I think I just found the solution to my needs. Thanks for the info


Smurfe


----------



## Waldo (Dec 12, 2005)

WOW















Northern Winos said:


> Waldo said:
> 
> 
> > Where the heck is the wine?
> ...


----------



## ARCHER (Dec 12, 2005)

Boy, that Sam's club rack really holds a lot of bottles. 


Thats a lot of weight, you mightwant to tie them into the wall, somehow.


Archer


----------



## PolishWineP (Dec 12, 2005)

Well Archer, good comment. You got me curious soI went downstairs for a look-see. I couldn't find any place that we attached them to the wall, but I gave them a good yank. I promise you, they aren't going anywhere. With the weight on the back they are very stable. So, no worries!


----------



## ARCHER (Dec 12, 2005)

PWP,


I'm impressed. I didn't mean to put your rack down, it just looked a little top heavy. The good part is its metal and apparently very strong. Its also moveable (That would be a bit of work to relocate all those bottles), but it could be done. You probably won't find any greater capacity for a given floorspace. I will check them out.


I have room for them upstairs, but have always been concernedthat the heat of summer wouldn't be good for my wine. The last two years, my wines have aged under the house. It gets a little cold in winter so I'm not sure which extreme is worst. No room under the house for those racks. Any thoughts about this?


----------



## PolishWineP (Dec 13, 2005)

Archer,


I didn't think at all you were questioning our wine rack. It was a worthy concern. 


I don't know what I'd do without a basement. If you have to store your wines upstairs you may have to bite the energy cost to keep the temp stable. But if you don't keep them in the bottle that long you may not need to worry too much. Maybe store your long-term agers under the house. Everyone's situation is different and we often just have to punt. 

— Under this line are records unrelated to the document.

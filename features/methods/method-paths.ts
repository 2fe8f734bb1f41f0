import type { Family, Step } from '@wedgeline/engine'
import type { Path } from '@/components/ui/follow'
import { methodId } from './method'

/** Where a line of a calculation stands in the list of methods. */
export const pathOfMethod = (step: Pick<Step, 'symbol' | 'formula'>): Path => `/methods?method=${methodId(step)}`

/** The methods of one family of checks. */
export const pathOfFamily = (family: Family): Path => `/methods?family=${family}`
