describe('hardware', () => {
  test('is stored by an admin and comes back as it was given', async () => {
    const { hardware, jacks, strandTypes } = sampleLayout()
    const [jack] = jacks
    const [plate] = hardware
    const [strandType] = strandTypes
    if (!jack || !plate || !strandType) throw new Error('the sample has one of each')
    const { id: companyId } = company
    expect(await codeOf(detailer.hardware.save({ companyId, hardware: plate }))).toBe('FORBIDDEN')
    expect(await codeOf(admin.hardware.save({ companyId, hardware: plate }))).toBe('BAD_REQUEST')
    await admin.hardware.saveJack({ companyId, jack })
    await admin.hardware.save({ companyId, hardware: plate })
    await admin.hardware.saveStrandType({ companyId, strandType })
    expect(await detailer.hardware.list({ companyId })).toEqual({ hardware, jacks, strandTypes })
    const changed = { ...plate, approval: null, hole: null, pocket: null, drawInMm: 5 }
    await admin.hardware.save({ companyId, hardware: changed })
    expect((await detailer.hardware.list({ companyId })).hardware).toEqual([changed])
  })

  test('whose sizes contradict one another is refused with the field', async () => {
    const { id: companyId } = company
    const [plate] = sampleLayout().hardware
    const [strandType] = sampleLayout().strandTypes
    if (!plate || !strandType) throw new Error('the sample has one of each')
    const messageOf = (call: Promise<unknown>) =>
      call.then(
        () => '',
        (error: unknown) => (error as Error).message,
      )
    // The plate is 220 mm wide: a hole of 220 mm leaves nothing of it.
    const hole = { widthMm: 220, heightMm: 20, isRound: false }
    const wide = admin.hardware.save({ companyId, hardware: { ...plate, jackId: null, hole } })
    expect(await messageOf(wide)).toContain('hardware.hole.widthMm')
    const weak = admin.hardware.saveStrandType({ companyId, strandType: { ...strandType, proofLoadKN: 279 } })
    expect(await messageOf(weak)).toContain('strandType.proofLoadKN')
  })

  test('that a job uses is checked again when it changes', async () => {
    const jobId = await importSample()
    const { id: companyId } = company
    const [plate] = (await detailer.hardware.list({ companyId })).hardware
    if (!plate) throw new Error('the sample brings one')
    const countsOf = async () => (await detailer.job.list()).find(({ id }) => id === jobId)?.pours[0]?.counts
    const before = await countsOf()
    // Anchors stand 1500 mm apart: with 1600 mm asked for and no approval that says less, every pair is too close.
    await admin.hardware.save({ companyId, hardware: { ...plate, approval: null, spacingAlongMinMm: 1600 } })
    const after = await countsOf()
    expect(after?.over).toBeGreaterThan(before?.over ?? 0)
  })
})

describe('an import', () => {
  test('uses hardware of the same name and content, and adds what differs', async () => {
    const { id: companyId } = company
    await detailer.job.importLayout({ companyId, layout: sampleLayout() })
    await detailer.job.importLayout({ companyId, layout: sampleLayout() })
    expect((await detailer.hardware.list({ companyId })).hardware).toHaveLength(1)
    const other = sampleLayout()
    const layout = { ...other, hardware: other.hardware.map((row) => ({ ...row, drawInMm: 7 })) }
    await detailer.job.importLayout({ companyId, layout })
    const { hardware, jacks, strandTypes } = await detailer.hardware.list({ companyId })
    expect([hardware.length, jacks.length, strandTypes.length]).toEqual([2, 1, 1])
  })

  test('of a layout that contradicts itself is refused with the field, and nothing is stored', async () => {
    const layout = sampleLayout()
    const broken = { ...layout, anchors: layout.anchors.map((anchor) => ({ ...anchor, tendonId: 'nobody' })) }
    const refusal = await detailer.job.importLayout({ companyId: company.id, layout: broken }).then(
      () => null,
      (error: unknown) => error as { code: string; message: string },
    )
    expect(refusal?.code).toBe('BAD_REQUEST')
    expect(refusal?.message).toContain('anchors[0].tendonId')
    expect(await detailer.job.list()).toEqual([])
    expect((await detailer.hardware.list({ companyId: company.id })).hardware).toEqual([])
  })

  test('by a detailer leaves accepted readings and spare shares to an engineer, and says so', async () => {
    const layout = sampleLayout()
    const reading = { readingId: 'en-window', acceptedBy: 'Somebody', acceptedAtMs: 1, reason: 'Elsewhere' }
    const pours = layout.pours.map((pour) => ({
      ...pour,
      mats: pour.mats.map((mat) => ({ ...mat, spareShare: 0.3, spareBy: 'Somebody' })),
    }))
    const bold = { ...layout, pours, job: { ...layout.job, readings: [reading] } }
    const asDetailer = await detailer.job.importLayout({ companyId: company.id, layout: bold })
    expect(asDetailer.leftOut).toHaveLength(2)
    const plain = (await detailer.layout.byJob({ jobId: asDetailer.jobId })).layout
    expect(plain.job.readings).toEqual([])
    expect(plain.pours[0]?.mats[0]).toMatchObject({ spareShare: 0, spareBy: null })
    const asEngineer = await engineer.job.importLayout({ companyId: company.id, layout: bold })
    expect(asEngineer.leftOut).toEqual([])
    const whole = (await engineer.layout.byJob({ jobId: asEngineer.jobId })).layout
    expect(whole.job.readings).toEqual([reading])
    expect(whole.pours[0]?.mats[0]).toMatchObject({ spareShare: 0.3, spareBy: 'Somebody' })
  })
})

Winemaking is like football. You may fumble but there's always a chance of recovery!


----------



## peterCooper (Dec 13, 2005)

PWP said:


> Winemaking is like football. You may fumble but there's
> always a chance of recovery!



Yes, just like football. Lots of action for 3 seconds and then an age waiting 
for the next play.BUT... you don't have to wear padding and a helmet


----------



## bilbo-in-maine (Dec 13, 2005)

> BUT... you don't have to wear padding and a helmet



Well.... Think back to some of the gear Stinkie has to wear at times!


----------



## ARCHER (Dec 13, 2005)

Didn't I see Stinkie wearing an aluminum foil, skull-mounted memory probe or something like that?


----------



## peterCooper (Dec 14, 2005)

I did too.
And he has his cheerleaders (palmolive)


----------



## ARCHER (Dec 14, 2005)

Hey Stinkie, show us your wine storeagefacility.


----------